• [PROBLEM TO WORK ON]:
What is the number of lines below that include the string "TryBind"? Provide that number alone.
#### DATASET EXTRACT
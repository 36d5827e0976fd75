using System.Buffers;
using System.Globalization;
using System.Text.Json;
using Google.Protobuf;
using Google.Protobuf.WellKnownTypes;
using Grpc.Core;
using Scorer.Engine;
using Scorer.Engine.Scoring;
using Scorer.ModelFile;
using Scorer.Registry;
using Scorer.Store;
using Scorer.Transport.V1;

namespace Scorer.Transport.Services;

/// <summary>
/// Scoring over gRPC (and REST through transcoding): reads the registry's snapshot once per message, scores every row
/// with one version, logs each scored row behind the request, and hands the rows to the shadow versions.
/// </summary>
public sealed class ScoringService(ScoringCore core) : Scoring.ScoringBase
{
    private readonly ScoringLimits limits = core.Limits;
    private readonly PredictionLog log = core.Log;
    private readonly TimeProvider time = core.Time;

    public override Task<ScoreResponse> Score(ScoreRequest request, ServerCallContext context) => Task.FromResult(ScoreMessage(request));

    public override async Task ScoreStream(IAsyncStreamReader<ScoreRequest> requestStream, IServerStreamWriter<ScoreResponse> responseStream, ServerCallContext context)
    {
        await foreach (var request in requestStream.ReadAllAsync(context.CancellationToken).ConfigureAwait(false))
        {
            await responseStream.WriteAsync(ScoreMessage(request), context.CancellationToken).ConfigureAwait(false);
        }
    }

    public override Task<DenseScoreResponse> ScoreDense(DenseScoreRequest request, ServerCallContext context) =>
        Task.FromResult(ScoreDenseMessage(request, null));

    public override async Task ScoreDenseStream(IAsyncStreamReader<DenseScoreRequest> requestStream, IServerStreamWriter<DenseScoreResponse> responseStream, ServerCallContext context)
    {
        IReadOnlyList<string>? features = null;
        await foreach (var request in requestStream.ReadAllAsync(context.CancellationToken).ConfigureAwait(false))
        {
            if (request.Features.Count > 0)
            {
                features = [.. request.Features];
            }

            await responseStream.WriteAsync(ScoreDenseMessage(request, features), context.CancellationToken).ConfigureAwait(false);
        }
    }

    internal ScoreResponse ScoreMessage(ScoreRequest request)
    {
        var version = core.Resolve(request.Model, request.Version, out var entry);
        var model = version.Compiled;
        core.CheckRowCount(request.Rows.Count);
        ScoringCore.CheckKeys(request.Keys, request.Rows.Count);
        var settings = ScoringCore.Settings(request.HasLevel, request.Level, "level");
        var topContributions = request.HasContributions ? request.Contributions : 0;
        var now = time.GetUtcNow();
        var response = new ScoreResponse { Model = version.Model, Version = version.Version };
        var contributions = new double[model.TermCount];
        var warnings = new Engine.Scoring.RowWarning[model.MaxWarningsPerRow];
        var rowsForShadow = entry.Shadows.Length > 0 ? new NamedValue[]?[request.Rows.Count] : null;
        var ids = new Guid[request.Rows.Count];
        var keys = new string?[request.Rows.Count];
        int scoredRows = 0, warnedRows = 0;
        var tally = core.Drift.Begin(version, now);
        for (var i = 0; i < request.Rows.Count; i++)
        {
            var key = request.Keys.Count > 0 ? request.Keys[i] : null;
            keys[i] = string.IsNullOrEmpty(key) ? null : key;
            ids[i] = PredictionIds.Next(now);
            var result = new RowResult { Id = ids[i].ToString(), Key = key ?? "", Error = Value.ForNull() };
            response.Results.Add(result);
            if (key is { Length: > 0 } && key.Length > limits.MaxStringLength)
            {
                result.Error = RowErrorValue(RowMessages.BadKeyCode, $"keys[{i}]", $"longer than {limits.MaxStringLength} characters");
                core.CountRowError(version, RowMessages.BadKeyCode);
                continue;
            }

            var row = request.Rows[i];
            if (!TryBind(row, i, out var values, out var bindError))
            {
                result.Error = bindError!;
                core.CountRowError(version, RowMessages.BadValueCode);
                continue;
            }

            var r = model.Score(values, settings, contributions, warnings);
            if (r.Failed)
            {
                result.Error = RowErrorValue(RowMessages.Code(r.Error.Kind), RowMessages.Field(model, r.Error), RowMessages.Describe(model, r.Error));
                core.CountRowError(version, RowMessages.Code(r.Error.Kind));
                continue;
            }

            scoredRows++;
            warnedRows += r.WarningCount > 0 ? 1 : 0;
            tally?.Add(r.Eta, values);
            Fill(result, r, model, contributions, warnings, topContributions);
            if (log.Enabled)
            {
                log.TryEnqueue(new PredictionRecord(ids[i], version.Model, version.Version, version.Stage, now, keys[i], r.Eta, r.Probability,
                    LoggedFeatures.Json(model, values)));
            }

            if (rowsForShadow is not null)
            {
                rowsForShadow[i] = values;
            }
        }

        tally?.Commit();
        core.Count(version, scoredRows, warnedRows);
        if (rowsForShadow is not null)
        {
            core.Shadow(version, entry, rowsForShadow, ids, keys, now);
        }

        return response;
    }

    internal DenseScoreResponse ScoreDenseMessage(DenseScoreRequest request, IReadOnlyList<string>? streamFeatures)
    {
        var version = core.Resolve(request.Model, request.Version, out _);
        var model = version.Compiled;
        var names = request.Features.Count > 0 ? (IReadOnlyList<string>)request.Features : streamFeatures
            ?? throw Errors.Invalid("features", "name the feature of each column (on a stream, in the first message at least)");
        if (names.Count == 0)
        {
            throw Errors.Invalid("features", "no feature names given");
        }

        if (request.Values.Count > limits.MaxDenseValues)
        {
            throw Errors.TooMuch("values", $"{request.Values.Count} values in one message; at most {limits.MaxDenseValues}");
        }

        if (request.Values.Count % names.Count != 0)
        {
            throw Errors.Invalid("values", $"{request.Values.Count} values are not a whole number of rows of {names.Count} features");
        }

        var columnOf = new int[names.Count];
        var columnFor = new int[model.FeatureCount];
        for (var c = 0; c < names.Count; c++)
        {
            columnOf[c] = model.FeatureIndexOf(names[c]);
            if (columnOf[c] < 0)
            {
                throw Errors.Invalid($"features[{c}]", $"'{Errors.Echo(names[c])}' is not a feature of {version.Model} {version.Version} ({string.Join(", ", model.FeatureNames)})");
            }

            if (columnFor[columnOf[c]] > 0)
            {
                throw Errors.Invalid($"features[{c}]", $"'{names[c]}' is named twice (also features[{columnFor[columnOf[c]] - 1}]); name each feature once");
            }

            columnFor[columnOf[c]] = c + 1;
        }

        var rows = request.Values.Count / names.Count;
        if (rows > limits.MaxRows * 10)
        {
            throw Errors.TooMuch("values", $"{rows} rows in one message; at most {limits.MaxRows * 10}");
        }

        ScoringCore.CheckKeys(request.Keys, rows);

        var settings = ScoringCore.Settings(request.HasLevel, request.Level, "level");
        var f = model.FeatureCount;
        var matrix = ArrayPool<double>.Shared.Rent(rows * f);
        var results = ArrayPool<ScoredRow>.Shared.Rent(rows);
        try
        {
            var dense = matrix.AsSpan(0, rows * f);
            dense.Fill(double.NaN);
            var values = request.Values;
            for (var r = 0; r < rows; r++)
            {
                for (var c = 0; c < names.Count; c++)
                {
                    dense[(r * f) + columnOf[c]] = values[(r * names.Count) + c];
                }
            }

            model.ScoreBatch(dense, results.AsSpan(0, rows), settings);
            var now = time.GetUtcNow();
            var response = new DenseScoreResponse { Model = version.Model, Version = version.Version };
            int scoredRows = 0, warnedRows = 0;
            var tally = core.Drift.Begin(version, now);
            for (var r = 0; r < rows; r++)
            {
                ref readonly var s = ref results[r];
                var id = PredictionIds.Next(now);
                response.Ids.Add(id.ToString());
                response.Eta.Add(s.Eta);
                response.Se.Add(s.Se);
                response.Probability.Add(s.Probability);
                response.Lower.Add(s.Lower);
                response.Upper.Add(s.Upper);
                response.Flag.Add(s.Flag);
                response.WarningCount.Add(s.WarningCount);
                if (s.Failed)
                {
                    response.Errors.Add(new DenseRowError { Row = r, Code = RowMessages.Code(s.Error.Kind), Field = RowMessages.Field(model, s.Error), Reason = RowMessages.Describe(model, s.Error) });
                    core.CountRowError(version, RowMessages.Code(s.Error.Kind));
                    continue;
                }

                scoredRows++;
                warnedRows += s.WarningCount > 0 ? 1 : 0;
                tally?.Add(s.Eta, dense.Slice(r * f, f));

                if (log.Enabled)
                {
                    var key = request.Keys.Count > 0 && request.Keys[r].Length > 0 ? request.Keys[r] : null;
                    log.TryEnqueue(new PredictionRecord(id, version.Model, version.Version, version.Stage, now, key, s.Eta, s.Probability,
                        LoggedFeatures.Json(model, dense.Slice(r * f, f))));
                }
            }

            tally?.Commit();
            core.Count(version, scoredRows, warnedRows);
            return response;
        }
        finally
        {
            ArrayPool<double>.Shared.Return(matrix);
            ArrayPool<ScoredRow>.Shared.Return(results);
        }
    }

    private bool TryBind(Struct row, int index, out NamedValue[] values, out Value? error)
    {
        values = [];
        error = null;
        if (row is null)
        {
            error = RowErrorValue(RowMessages.BadValueCode, $"rows[{index}]", "the row is not a JSON object");
            return false;
        }

        if (row.Fields.Count > limits.MaxFeaturesPerRow)
        {
            error = RowErrorValue(RowMessages.BadValueCode, $"rows[{index}]", $"{row.Fields.Count} fields; at most {limits.MaxFeaturesPerRow}");
            return false;
        }

        values = new NamedValue[row.Fields.Count];
        var i = 0;
        foreach (var (name, value) in row.Fields)
        {
            FeatureValue v;
            switch (value.KindCase)
            {
                case Value.KindOneofCase.NumberValue:
                    v = FeatureValue.Of(value.NumberValue);
                    break;
                case Value.KindOneofCase.StringValue:
                    if (value.StringValue.Length > limits.MaxStringLength)
                    {
                        error = RowErrorValue(RowMessages.BadValueCode, name, $"longer than {limits.MaxStringLength} characters");
                        return false;
                    }

                    v = FeatureValue.Of(value.StringValue);
                    break;
                case Value.KindOneofCase.BoolValue:
                    v = FeatureValue.Of(value.BoolValue ? 1.0 : 0.0);
                    break;
                case Value.KindOneofCase.NullValue:
                case Value.KindOneofCase.None:
                    v = FeatureValue.Missing;
                    break;
                default:
                    error = RowErrorValue(RowMessages.BadValueCode, name, "expects a number or a string, got " + (value.KindCase == Value.KindOneofCase.ListValue ? "a list" : "an object"));
                    return false;
            }

            values[i++] = new NamedValue(name, v);
        }

        return true;
    }

    /// <summary>A row's error as the JSON object {"code", "field", "reason"}.</summary>
    internal static Value RowErrorValue(string code, string field, string reason) => Value.ForStruct(new Struct
    {
        Fields = { ["code"] = Value.ForString(code), ["field"] = Value.ForString(field), ["reason"] = Value.ForString(reason) },
    });

    private static void Fill(RowResult result, in ScoredRow r, CompiledModel model, double[] contributions, Engine.Scoring.RowWarning[] warnings, int top)
    {
        result.Eta = r.Eta;
        result.Probability = r.Probability;
        if (!double.IsNaN(r.Se))
        {
            result.Se = r.Se;
            result.Lower = r.Lower;
            result.Upper = r.Upper;
        }

        if (r.FlagValue is { } flag)
        {
            result.Flag = flag;
        }

        if (top >= 0)
        {
            Span<int> order = model.TermCount <= 256 ? stackalloc int[model.TermCount] : new int[model.TermCount];
            var listed = model.OrderContributions(contributions, top, order);
            foreach (var j in order[..listed])
            {
                result.Contributions.Add(new Contribution { Term = model.TermNames[j], Value = contributions[j] });
            }
        }

        for (var w = 0; w < Math.Min(r.WarningCount, warnings.Length); w++)
        {
            result.Warnings.Add(new V1.RowWarning
            {
                Code = RowMessages.Code(warnings[w].Kind),
                Field = warnings[w].Feature >= 0 ? model.FeatureNames[warnings[w].Feature] : "",
                Message = RowMessages.Describe(model, warnings[w]),
            });
        }
    }
}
########
• [THE ANSWER]:
2